The new laser melting sampler, or LMS, is expected to help reconstruct continuous annual temperature changes that occurred thousands to hundreds of thousands of years ago, which will help scientists understand climate change in the past and present. The study was published in the Journal of Glaciology on Sep 19.
Tree rings can tell us how old a tree is, and the color and width of the rings can tell us a little about the local climate during those years. Yearly growth of glaciers can tell us a similar story, but over a much longer period of time. Scientists are studying past changes in climate by analyzing cylindrical ice cores removed from glaciers.
By taking samples at regular intervals along the cores, researchers can reconstruct continuous temperature profiles. However, this is impossible with samples taken from deep locations, where annual accumulation has often been compressed to sub-centimeters.
Currently there are two standard methods for sampling ice cores. One has a depth-precision of about 1 cm, which means that data from years with less than 1 cm accumulation are lost, and any one-time events that acutely altered climate would be missed. The other method has good depth-precision, but it destroys the part of the sample needed to analyze the water content—the primary way in which scientists calculate past temperatures.

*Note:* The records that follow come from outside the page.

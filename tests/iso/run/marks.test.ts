/** Marks that stick, rule by rule (common practice of weld maps). Random edit scripts: marks-scripts.test.ts. */
import { describe, expect, it } from "vitest";
import { buildModel, nextMarks } from "../../../iso/run/build-model";
import { DEFAULT_MARK_RULES, type Item, type MarkRules, type RunDocument } from "../../../iso/run/document";
import { newPoint, pointInsert, pointRemove, pointUpdate } from "../../../iso/run/edit";
import { letterMark, markNumber } from "../../../iso/run/mark-names";
import { emptyMarks, stickMarks } from "../../../iso/run/marks";
import type { MarksRegister } from "../../../iso/run/model-types";
import { flange, joint, pipe, RunBuilder, valve } from "../../fixtures/run-builder";
import { runReverse } from "../../../iso/run/reverse";
import { twoSpools } from "../../fixtures/sample-runs";

const fresh = (document: RunDocument): MarksRegister => nextMarks(document, emptyMarks(), []);
const stuck = (document: RunDocument): MarksRegister => stickMarks(fresh(document));
const welds = (document: RunDocument, marks: MarksRegister): string[] => buildModel(document, marks, []).joints.flatMap((j) => j.number ?? []);
const at = (id: string, e: number, n: number, u: number, item: Item = { kind: "none" }) =>
  ({ ...newPoint(id), item, offset: { kind: "enu" as const, e: { text: "", mm: e }, n: { text: "", mm: n }, u: { text: "", mm: u } } });

/** Flange, joint, joint, flange on straight pipe: welds 1 to 4. */
const straight = new RunBuilder("M-1").start(flange()).go("E", `5'`, joint).go("E", `5'`, joint).go("E", `5'`, flange()).done();

describe("a draft", () => {
  it("renumbers along flow: welds 1, 2, 3, pieces P1, spools A", () => {
    const marks = fresh(straight);
    expect(Object.values(marks.welds)).toEqual(["1", "2", "3", "4"]);
    expect(Object.values(marks.pieces)).toEqual(["P1", "P2", "P3"]);
    expect(Object.values(marks.spools)).toEqual(["A"]);
    const edited = pointInsert(straight, "main", 1, at("new", 300, 0, 0, joint));
    expect(welds(edited, nextMarks(edited, marks, []))).toEqual(["1", "2", "3", "4", "5"]);
    expect(nextMarks(edited, marks, []).voided).toEqual([]);
  });
});

describe("a sticky register", () => {
  it("a joint added between 2 and 3 is 2A, another 2B, and nothing else changes", () => {
    let document = pointInsert(straight, "main", 2, at("n1", 900, 0, 0, joint));
    let marks = nextMarks(document, stuck(straight), []);
    expect(welds(document, marks)).toEqual(["1", "2", "2A", "3", "4"]);
    document = pointInsert(document, "main", 3, at("n2", 900, 0, 0, joint));
    marks = nextMarks(document, marks, []);
    expect(welds(document, marks)).toEqual(["1", "2", "2A", "2B", "3", "4"]);
  });

  it("a joint added at the end continues", () => {
    const open = pointUpdate(straight, "p4", { item: joint });
    const before = stuck(open);
    const document = pointInsert(open, "main", 4, at("n1", 900, 0, 0, flange()));
    const marks = nextMarks(document, before, []);
    expect(Object.values(before.welds)).toEqual(["1", "2", "3", "4"]);
    expect(marks.welds["n1:in"]).toBe("6");
    expect(marks.welds["p4:weld"]).toBe("5");
    expect(marks.voided).toEqual([{ kind: "weld", mark: "4", key: "p4:end" }]);
  });

  it("a deleted joint is void for ever: its number is not given again, not even to itself", () => {
    const without = pointRemove(straight, "p2");
    const marks = nextMarks(without, stuck(straight), []);
    expect(welds(without, marks)).toEqual(["1", "3", "4"]);
    expect(marks.voided).toContainEqual({ kind: "weld", mark: "2", key: "p2:weld" });
    const again = nextMarks(straight, marks, []);
    expect(welds(straight, again)).toEqual(["1", "1A", "3", "4"]);
  });

  it("moving a point, or turning one, moves no number", () => {
    const marks = stuck(twoSpools);
    const moved = pointUpdate(twoSpools, "p3", { offset: { kind: "enu", e: { text: "", mm: 0 }, n: { text: "", mm: 800 }, u: { text: "", mm: 2_300 } } });
    expect(nextMarks(moved, marks, [])).toEqual(marks);
  });

  it("a support put on a pipe changes no mark", () => {
    const marks = stuck(straight);
    const document = pointInsert(straight, "main", 1, at("s1", 300, 0, 0, { kind: "support", text: "" }));
    expect(nextMarks(document, marks, []).pieces).toEqual(marks.pieces);
  });

  it("keeps letters when a spool's parts change, voids them when spools merge or split", () => {
    const marks = stuck(twoSpools);
    expect(Object.values(marks.spools)).toEqual(["A", "B"]);
    const grown = pointInsert(twoSpools, "main", 1, at("n1", 600, 0, 0, joint));
    expect(Object.values(nextMarks(grown, marks, []).spools)).toEqual(["A", "B"]);
    const merged = nextMarks(pointUpdate(twoSpools, "p4", { places: {} }), marks, []);
    expect(Object.values(merged.spools)).toEqual(["C"]);
    expect(merged.voided.map((v) => v.mark)).toEqual(["A", "B"]);
    const split = nextMarks(pointUpdate(twoSpools, "p2", { places: { out: "field" } }), marks, []);
    expect(Object.values(split.spools)).toEqual(["C", "D", "B"]);
    expect(split.voided.map((v) => v.mark)).toEqual(["A"]);
  });

  it("keeps both letters when the field weld between two spools moves", () => {
    const marks = stuck(twoSpools);
    const shifted = pointUpdate(pointUpdate(twoSpools, "p4", { places: {} }), "p5", { places: { in: "field" } });
    expect(Object.values(nextMarks(shifted, marks, []).spools)).toEqual(["A", "B"]);
  });

  it("drops the first part of a spool without losing its letter", () => {
    const marks = stuck(twoSpools);
    expect(Object.values(nextMarks(pointRemove(twoSpools, "p1"), marks, []).spools)).toEqual(["A", "B"]);
  });
});

describe("a run turned round", () => {
  const turned = (document: RunDocument): RunDocument => {
    const result = runReverse(document, "main");
    if (!result.ok) throw new Error(result.message);
    return result.document;
  };

  it("keeps every mark, and what is added afterwards follows its forerunner in the new flow", () => {
    const marks = stuck(straight);
    let document = turned(straight);
    let next = nextMarks(document, marks, []);
    expect(next.welds).toEqual(marks.welds);
    expect(buildModel(document, next, []).pieces.map((p) => p.mark)).toEqual(["P3", "P2", "P1"]);
    document = pointInsert(document, "main", 2, at("n1", -900, 0, 0, joint));
    next = nextMarks(document, next, []);
    expect(welds(document, next)).toEqual(["4", "3", "3A", "2", "1"]);
  });

  it("keeps the letters of spools that are one piece of pipe each", () => {
    const field = { places: { in: "field" as const } };
    const document = new RunBuilder("M-2").start(joint).go("E", `5'`, joint, field).go("E", `5'`, joint, field).go("E", `5'`, joint).done();
    const marks = stuck(document);
    const next = nextMarks(turned(document), marks, []);
    expect(buildModel(turned(document), next, []).spools.map((s) => s.letter)).toEqual(["C", "B", "A"]);
    expect(next.voided).toEqual([]);
  });
});

describe("rules of the job", () => {
  const ruled = (marks: Partial<MarkRules>, document: RunDocument = straight): RunDocument => ({ ...document, settings: { ...document.settings, marks: { ...DEFAULT_MARK_RULES, ...marks } } });

  it("prefix and first number", () => {
    const marks = fresh(ruled({ weldPrefix: "W-", weldStart: 100, piecePrefix: "L2-", pieceStart: 7 }));
    expect(Object.values(marks.welds)).toEqual(["W-100", "W-101", "W-102", "W-103"]);
    expect(Object.values(marks.pieces)).toEqual(["L2-7", "L2-8", "L2-9"]);
  });

  it("an added joint takes the next number where the job says so, a letter where it says that", () => {
    const grow = (document: RunDocument) => pointInsert(document, "main", 2, at("n1", 900, 0, 0, joint));
    const next = ruled({ added: "next", weldPrefix: "W2" });
    expect(welds(grow(next), nextMarks(grow(next), stuck(next), []))).toEqual(["W21", "W22", "W25", "W23", "W24"]);
    const letter = ruled({ weldPrefix: "W2" });
    expect(welds(grow(letter), nextMarks(grow(letter), stuck(letter), []))).toEqual(["W21", "W22", "W22A", "W23", "W24"]);
  });

  it("spools by number", () => {
    expect(Object.values(fresh(ruled({ spools: "numbers" }, twoSpools)).spools)).toEqual(["1", "2"]);
  });

  it("rules changed later touch no mark that is given", () => {
    const marks = stuck(straight);
    const changed = pointInsert(ruled({ weldPrefix: "W", weldStart: 50 }), "main", 4, at("n1", 900, 0, 0, flange()));
    const next = nextMarks(changed, marks, []);
    expect(Object.values(next.welds).slice(0, 3)).toEqual(["1", "2", "3"]);
    expect(next.welds["n1:in"]).toMatch(/^W5\d$/);
  });
});

it("threaded, bolted and attached parts carry no weld number", () => {
  const document = new RunBuilder("M-3", "imperial", { pipe: pipe("1", "80") }).start(flange())
    .go("E", `3'`, { kind: "coupling", half: false, ends: "threaded" }).go("E", `3'`, { kind: "support", text: "" }).go("E", `3'`, valve()).go("E", `3'`, flange()).done();
  for (const j of buildModel(document, fresh(document), []).joints) {
    expect(j.number === null).toBe(["threaded", "bolted", "attachment"].includes(j.kind));
  }
});

describe("names of marks", () => {
  it("skip I O Q S X Z and go on with two letters", () => {
    const first = Array.from({ length: 22 }, (_, i) => letterMark(i));
    expect(first.join(" ")).toBe("A B C D E F G H J K L M N P R T U V W Y AA AB");
    expect(markNumber("P12A")).toBe(12);
  });
});

it("pipe longer than the stock, turned round, is cut where it was and its added welds keep their numbers", () => {
  const built = new RunBuilder("M-4", "imperial", { stockLengthMm: 20 * 304.8 }).start(flange()).go("E", `50'`, flange()).done();
  const turned = runReverse(built, "main");
  if (!turned.ok) throw new Error(turned.message);
  const marks = stuck(built);
  const next = nextMarks(turned.document, marks, []);
  const byMark = (document: RunDocument, register: MarksRegister) => Object.fromEntries(buildModel(document, register, []).pieces.map((p) => [p.mark, p.cutLengthMm.toFixed(6)]));
  expect(Object.values(marks.welds)).toHaveLength(4);
  expect(next.welds).toEqual(marks.welds);
  expect(byMark(turned.document, next)).toEqual(byMark(built, marks));
});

The new laser melting sampler overcomes both these problems; it has high depth-precision and does not destroy the critical oxygen and hydrogen isotopes found in water, which are needed to infer past temperature.

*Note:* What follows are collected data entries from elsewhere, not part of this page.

/**
 * Crosses, threads, unions, stub-ins, instruments, breaks, slopes and stock splits worked by hand. Sources: ASME B16.9, B16.11
 * (threaded from memory), B1.20.1 (engagement L1 + L3), geometry of the saddle (4 on 6 set in: 0.8814 published, set on 0.682).
 */
import { describe, expect, it } from "vitest";
import { buildModel } from "../../../iso/run/build-model";
import { saddleReachMm } from "../../../iso/run/fit-on-pipe";
import { emptyMarks } from "../../../iso/run/marks";
import type { Model, TakeOutWord } from "../../../iso/run/model-types";
import type { RunDocument } from "../../../iso/run/document";
import { capWith, coupling, cross, elbow, end, flange, instrument, joint, outlet, pipe, reducer, RunBuilder, stubIn, support, tee, union } from "../../fixtures/run-builder";

const INCH = 25.4;
const open = end("open", "BEVEL");
const build = (document: RunDocument, words: readonly TakeOutWord[] = []): Model => buildModel(document, emptyMarks(), words);
const cuts = (model: Model): number[] => model.pieces.map((p) => p.cutLengthMm / INCH);
const codes = (model: Model): string[] => model.problems.map((p) => p.code);
const stops = (model: Model): string[] => model.problems.filter((p) => p.severity === "stop").map((p) => p.code);
const close = (found: readonly number[], wanted: readonly number[]): void => {
  expect(found).toHaveLength(wanted.length);
  wanted.forEach((length, i) => expect(found[i]).toBeCloseTo(length, 9));
};
const said = (key: string, inches: number): TakeOutWord => ({ key, valueMm: inches * INCH, by: "bench", at: "2026-01-01" });

describe("crosses", () => {
  const line = (item = cross()) => new RunBuilder("T").start(open).go("E", `3'`, item).go("E", `3'`, open);

  it("NPS 4 straight: 4 1/8 on all four ways (B16.9)", () => {
    const model = build(line().branch(2).go("N", `2'`, open).branch(2).go("S", `2'`, open).done());
    close(cuts(model), [36 - 4.25, 36 - 4.25, 24 - 4.25, 24 - 4.25]);
    expect(stops(model)).toEqual([]);
    expect(model.joints.map((j) => j.key)).toEqual(["p2:in", "p2:out", "p2:branch", "p2:branch-2"]);
  });

  it("two branches the same way are a stop", () => {
    expect(stops(build(line().branch(2).go("N", `2'`, open).branch(2).go("N", `2'`, open).done()))).toContain("cross-port");
  });

  it("a run may end in it, with three branch runs going on", () => {
    const model = build(new RunBuilder("T").start(open).go("E", `3'`, cross()).branch(2).go("N", `2'`, open).branch(2).go("S", `2'`, open).branch(2).go("E", `2'`, open).done());
    close(cuts(model), [36 - 4.25, 24 - 4.25, 24 - 4.25, 24 - 4.25]);
    expect(stops(model)).toEqual([]);
  });
});

describe("threads", () => {
  const one = { pipe: pipe("1", "XS") };
  const MAKE_UP = 0.4 + 3 / 11.5;

  it("NPS 1 class 3000 threaded 90 (1 3/4 centre to end): the pipe goes in by L1 and three threads, 0.661 in (B1.20.1)", () => {
    const model = build(new RunBuilder("T", "imperial", one).start(open).go("E", `2'`, elbow("th-90")).go("N", `2'`, open).done());
    const term = model.pieces[0]!.terms.find((t) => t.kind === "make-up")!;
    expect(term.valueMm / INCH).toBeCloseTo(MAKE_UP, 2);
    close(cuts(model), [24 - 1.75 + term.valueMm / INCH, 24 - 1.75 + term.valueMm / INCH]);
    expect(model.joints.map((j) => [j.kind, j.number])).toEqual([["threaded", null], ["threaded", null]]);
    expect(model.pieces[0]!.ends.map((e) => e.prep)).toEqual(["bevel", "thread"]);
  });

  it("a make-up of the line's own replaces the table's; unions, couplings and caps by the shop's measure", () => {
    const settings = { ...one, allowances: { rootGapMm: 3.175, socketPullBackMm: 1.5875, gasketMm: 3.175, slipOnSettingMm: 6.35, threadMakeUpMm: 0.5 * INCH } };
    const model = build(
      new RunBuilder("T", "imperial", settings).start(open).go("E", `2'`, union("threaded")).go("E", `2'`, coupling(false, "threaded")).go("E", `2'`, capWith("threaded")).done(),
      [said("threaded:union:3000:1", 2.5), said("threaded:coupling:3000:1", 2.375), said("threaded:cap:3000:1", 1.625)],
    );
    close(cuts(model), [24 - 1.25 + 0.5, 24 - 1.25 + 0.5 - 1.1875 + 0.5, 24 - 1.1875 + 0.5 - 1.625 + 0.5]);
    expect(stops(model)).toEqual([]);
  });

  it("two fittings whose ends would meet leave no length for the pipe", () => {
    expect(stops(build(new RunBuilder("T", "imperial", one).start(open).go("E", `2'`, elbow("th-90")).go("N", `3"`, elbow("th-90")).go("E", `2'`, open).done()))).toContain("negative-length");
  });
});

describe("stub-ins and outlets", () => {
  const on = (item: ReturnType<typeof stubIn>) => new RunBuilder("T", "imperial", { pipe: pipe("6") }).start(open).go("E", `3'`, item).go("E", `3'`, open).branch(2).go("U", `2'`, open).done();

  it("4 on 6 STD: the saddle is 0.682 deep set on (inside line), 0.8814 set in (outside line)", () => {
    expect(3.3125 - saddleReachMm(6.625, 4.5, 0.237, "on")).toBeCloseTo(0.682, 3);
    expect(3.3125 - saddleReachMm(6.625, 4.5, 0.237, "in")).toBeCloseTo(0.8814, 4);
    close(cuts(build(on(stubIn("4", { set: "in" }))))!.slice(1), [24 - Math.sqrt(3.3125 ** 2 - 2.25 ** 2) - 0.125]);
  });

  it("a pad is a part of its own on the run's pipe, and its branch end is cut as a saddle", () => {
    const model = build(on(stubIn("4", { padMm: 8 * INCH })));
    expect(model.components.find((c) => c.kind === "pad")).toMatchObject({ id: "p2.pad", nps2: "4" });
    expect(model.spools).toHaveLength(1);
    expect(model.pieces[1]!.ends.map((e) => e.prep)).toEqual(["saddle", "bevel"]);
    expect(stops(build(on(stubIn("4", { padMm: 4 * INCH }))))).toEqual(["pad-small"]);
  });

  it("a threaded outlet waits for the shop's height and takes the thread's make-up", () => {
    const document = new RunBuilder("T", "imperial", { pipe: pipe("6") }).start(open).go("E", `3'`, outlet("1", { ends: "threaded" })).go("E", `3'`, open).branch(2, pipe("1", "XS")).go("U", `1'`, open).done();
    expect(stops(build(document))).toEqual(["take-out-missing"]);
    const model = build(document, [said("threaded-outlet:1:6", 1.3125)]);
    const makeUp = model.pieces[1]!.terms.find((t) => t.kind === "make-up")!.valueMm / INCH;
    close(cuts(model).slice(1), [12 - 3.3125 - 1.3125 + makeUp]);
  });
});

describe("instruments, vents and drains", () => {
  it("a flanged meter of 10 in takes half of it, gasket, hub and gap on each side, as a valve does (B16.5)", () => {
    const model = build(new RunBuilder("T").start(open).go("E", `3'`, instrument({ ends: "flanged", lengthMm: 254, tag: "FE-1" })).go("E", `3'`, open).done());
    close(cuts(model), [36 - 5 - 0.125 - 3 - 0.125, 36 - 5 - 0.125 - 3 - 0.125]);
    expect(model.components.find((c) => c.kind === "instrument")).toMatchObject({ text: "FE-1", valve: null, description: "Instrument, flanged" });
    expect(codes(build(new RunBuilder("T").start(open).go("E", `3'`, instrument({ ends: "butt" })).go("E", `3'`, open).done()))).toContain("instrument-length");
  });

  it("closes a run at its face; vents and drains are ends that need no more words", () => {
    const model = build(new RunBuilder("T").start(end("vent")).go("E", `3'`, instrument({ ends: "butt", tag: "TI-2" })).done());
    close(cuts(model), [36 - 0.125]);
    expect(codes(model)).toEqual([]);
  });
});

describe("breaks", () => {
  it("carry specification and material downstream and into branches, insulation and tracing with them", () => {
    const model = build(new RunBuilder("T").start(open).go("E", `3'`, flange({ goes: "open", text: "BREAK" }), { starts: { specification: "B2", material: "A312 TP304", tracing: "electric" } })
      .go("E", `3'`, tee()).go("E", `2'`, open).branch(3).go("U", `2'`, open).done());
    expect(model.pieces.map((p) => p.material)).toEqual(["A106 B", "A312 TP304", "A312 TP304", "A312 TP304"]);
    expect(model.components.filter((c) => c.kind.startsWith("flange")).map((c) => c.material)).toEqual(["A106 B", "A312 TP304"]);
    expect(model.breaks!.map((b) => [b.pointId, b.what, b.before, b.after])).toEqual([
      ["p2", "specification", "", "B2"], ["p2", "material", "A106 B", "A312 TP304"], ["p2", "tracing", "", "electric"],
    ]);
  });

  it("material cannot change on uncut pipe; at a run's first point it holds for the run and is no break", () => {
    expect(codes(build(new RunBuilder("T").start(open).go("E", `3'`, support(), { starts: { material: "X" } }).go("E", `3'`, open).done()))).toContain("break-on-pipe");
    const first = build(new RunBuilder("T").start(open, { starts: { material: "X" } }).go("E", `3'`, open).done());
    expect(first.pieces[0]!.material).toBe("X");
    expect(first.breaks).toBeUndefined();
  });
});

describe("slopes and sizes", () => {
  it("1/4 in per ft over 20 ft level falls 5 in; the pipe is cut on the slope, its take-outs along it", () => {
    const model = build(new RunBuilder("T").start(flange()).slope("E", `20'`, "down 1/4 in/ft", joint).go("E", `1'`, open).done());
    expect(model.nodes[1]!.position.map((c) => c / INCH)).toEqual([240, 0, -5]);
    expect(cuts(model)[0]).toBeCloseTo(Math.hypot(240, 5) - 3 - 0.125 - 0.0625, 9);
    expect(model.pieces[0]!.start[2] / INCH).toBeCloseTo((-3.125 * 5) / Math.hypot(240, 5), 9);
  });

  it("a branch of a branch keeps its sizes through reducers", () => {
    const model = build(new RunBuilder("T", "imperial", { pipe: pipe("8") }).start(open).go("E", `4'`, tee("6")).go("E", `4'`, open)
      .branch(2).go("N", `3'`, reducer("4")).go("N", `3'`, tee("2")).go("N", `2'`, open).branch(5).go("U", `2'`, reducer("1")).go("U", `1'`, open).done());
    expect(model.pieces.map((p) => p.nps)).toEqual(["8", "8", "6", "4", "4", "2", "1"]);
    expect(stops(model)).toEqual([]);
  });
});

describe("stock lengths", () => {
  const long = (feet: string, settings = {}) => build(new RunBuilder("T", "imperial", { pipe: pipe("6"), stockLengthMm: 252 * INCH, shippingBoxMm: [9e5, 9e5, 9e5], ...settings }).start(open).go("E", feet, open).done());

  it("50 ft of NPS 6 from 21 ft stock: two full lengths and the rest, two welds, every gap counted", () => {
    const model = long(`50'`);
    close(cuts(model), [252, 252, 600 - 504 - 0.25]);
    expect(model.joints.map((j) => [j.key, j.kind, j.a, j.b])).toEqual([["p2:stock-1", "butt", "p2:1", "p2:2"], ["p2:stock-2", "butt", "p2:2", "p2:3"]]);
    expect(codes(model)).toEqual(["stock-split"]);
    for (const p of model.pieces) expect(p.terms.reduce((sum, t) => sum + t.valueMm, 0)).toBeCloseTo(p.cutLengthMm, 9);
  });

  it("evens the last two where the rest would be a short pup", () => {
    close(cuts(long(`42' 2"`)), [252, 126.875, 126.875]);
    close(cuts(long(`21' 1"`)), [126.4375, 126.4375]);
    close(cuts(long(`21'`)), [252]);
  });

  it("refuses a stock too short to weld from", () => {
    expect(codes(long(`50'`, { stockLengthMm: 200 }))).toEqual(["stock-too-short"]);
  });
});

The LMS system delivers a laser beam through an optical fiber with a special silver nozzle, and quickly pumps out the liquid sample, eventually depositing it into stainless steel vials. Once the special hardware was assembled, the researchers experimented to optimize three critical parts of the process: the amount of power for the laser, the speed with which to insert the nozzle into the core as the laser melts the ice, and the rate at which the liquid sample is vacuumed out.
With the optimization, the researchers could melt the ice as fast as possible, prevent the laser from overheating, and prevent the meltwater from getting too hot, which would destabilize the critical isotopes and prevent correct temperature measurements.

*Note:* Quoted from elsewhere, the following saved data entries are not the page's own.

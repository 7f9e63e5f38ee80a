import { describe, expect, it } from "vitest";
import { INCH_MM } from "@/iso";
import { parseMove } from "@/components/run-editor/move-entry";
import { moveEcho, moveText, straightOnOf } from "@/components/run-editor/move-text";
import type { Offset } from "@/iso";

function offsetOf(text: string, units: "imperial" | "metric" = "imperial"): Offset {
  const result = parseMove(text, units);
  if (!result.ok) throw new Error(result.message);
  return result.value;
}

function enuOf(offset: Offset): readonly number[] {
  if (offset.kind === "polar" || offset.kind === "slope") return [offset.direction.e, offset.direction.n, offset.direction.u].map((c) => c * offset.length.mm);
  return [offset.e.mm, offset.n.mm, offset.u.mm];
}

function near(actual: readonly number[], expected: readonly number[]): void {
  actual.forEach((value, i) => expect(value).toBeCloseTo(expected[i] ?? NaN, 6));
}

describe("a Move cell", () => {
  it.each([
    ["e 3-1 1/2", [37.5, 0, 0]],
    ["e3-1.5", [37.5, 0, 0]],
    ["u 2-8", [0, 0, 32]],
    ["n 1-9 3/4", [0, 21.75, 0]],
    ["un 3-0", [0, 36 * Math.SQRT1_2, 36 * Math.SQRT1_2]],
    ["W 6", [-6, 0, 0]],
    ["down 1'", [0, 0, -12]],
    ["E 2-0 N 1-0 U 3", [24, 12, 3]],
    ["w2-0s1-0d3", [-24, -12, -3]],
    ["2-0, 1-0, -3", [24, 12, -3]],
    ["n30e 10", [5, 10 * Math.cos(Math.PI / 6), 0]],
    ["090/30 10", [10 * Math.cos(Math.PI / 6), 0, 5]],
  ])("reads %s", (text, inches) => {
    near(enuOf(offsetOf(text)), inches.map((value) => value * INCH_MM));
  });

  it("reads a position", () => {
    const offset = offsetOf("@ 10-0, 0, 8-0");
    expect(offset.kind).toBe("absolute");
    near(enuOf(offset), [3048, 0, 2438.4]);
    expect(offsetOf("@ E 1-0 N 2-0 U 3-0").kind).toBe("absolute");
  });

  it("takes a bare number in the line's own unit", () => {
    near(enuOf(offsetOf("e 775", "metric")), [775, 0, 0]);
    near(enuOf(offsetOf("e 6")), [152.4, 0, 0]);
  });

  it("goes straight on when only a length is typed", () => {
    const before = straightOnOf(offsetOf("u 2-8"));
    const result = parseMove("1-0", "imperial", before);
    expect(result.ok && enuOf(result.value)).toEqual([0, 0, 304.8]);
    expect(parseMove("1-0", "imperial", null)).toMatchObject({ ok: false });
  });

  it.each([
    ["e 10-0 @ 1:100", 0.01], ["E 10' @ 2%", 0.02], ["n30e 10-0 @ down 1/4 in/ft", -1 / 48], ["w 6-0 @ -1:50", -0.02],
  ])("reads the slope of %s as a rise over the level length", (text, ratio) => {
    const offset = offsetOf(text);
    expect(offset).toMatchObject({ kind: "slope", direction: { u: 0 }, slope: { ratio: expect.closeTo(ratio, 12) } });
    expect(offsetOf(moveText(offset))).toEqual(offset);
    expect(moveEcho(offset, "imperial")).toMatch(ratio < 0 ? /falls .* lower/ : /rises .* higher/);
  });

  it("goes on in the slope when only a length is typed", () => {
    const before = straightOnOf(offsetOf("e 10-0 @ 1:100"));
    expect(parseMove("5-0", "imperial", before)).toMatchObject({ ok: true, value: { kind: "slope", slope: { ratio: 0.01 }, length: { mm: 1524 } } });
  });

  it.each(["u 10-0 @ 1:100", "e 10-0 @ steep", "e 1-0 n 2-0 @ 1%", "e @ 1%"])("says what to type for the slope %s", (text) => {
    expect(parseMove(text, "imperial")).toMatchObject({ ok: false, message: expect.stringMatching(/[.]$/) });
  });

  it("echoes what it understood", () => {
    expect(parseMove("e 3-1 1/2", "imperial")).toMatchObject({ understood: `3'-1 1/2" east` });
    expect(parseMove("E 2-0 N 1-0 D 3", "imperial")).toMatchObject({ understood: `2'-0" east, 1'-0" north, 3" down` });
  });

  it.each(["e", "x 3-0", "e 3-1 1/3", "e 1 w 2", "un 3 e 2", "@ 1, 2", "1, 2"])("says what to type for %s", (text) => {
    const result = parseMove(text, "imperial");
    expect(result.ok).toBe(false);
    if (!result.ok) expect(result.message).toMatch(/[a-z].*[.]$/i);
  });

  it.each(["e 3-1 1/2", "un 3-0", "W 2-0 N 1-0 D 3", "@ 10-0, 0, 8-0", "2-0, -1-0, 3", "n30e 10", ""])("shows %s again so that it reads the same", (text) => {
    const offset = offsetOf(text);
    near(enuOf(offsetOf(moveText(offset))), enuOf(offset));
    expect(offsetOf(moveText(offset)).kind).toBe(offset.kind);
  });

  it("echoes a stored offset", () => {
    expect(moveEcho(offsetOf("u 2-8"), "imperial")).toBe(`2'-8" up`);
    expect(moveEcho(offsetOf(""), "imperial")).toBe("");
  });
});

As a proof-of-concept experiment, the team sampled a 15-cm segment of a 50-cm Dome-Fuji shallow ice core, which was taken about a football-field (~92 m) below the ice surface in East Antarctica. In one test, they were able to take 51 discrete samples at regular 3-mm intervals along the ice core segment. They measured the stable oxygen and hydrogen isotopes that made up the meltwater extracted from the samples and found that they matched well with those taken by hand segmentation, a process only practical in this research setting. A good match means that the laser-melting process did not ruin the sample, and the inferred temperatures would be accurate.
Motizuki says, “With our laser-melting method, it’s now possible to analyze stable water isotopes at a few-millimeters depth resolution. This will allow researchers to obtain continuous, long-term, annually-resolved temperature profiles, even in deep ice cores collected at low accumulation sites in Antarctica, as well as transient events such as sudden temperature changes which are recorded in them.”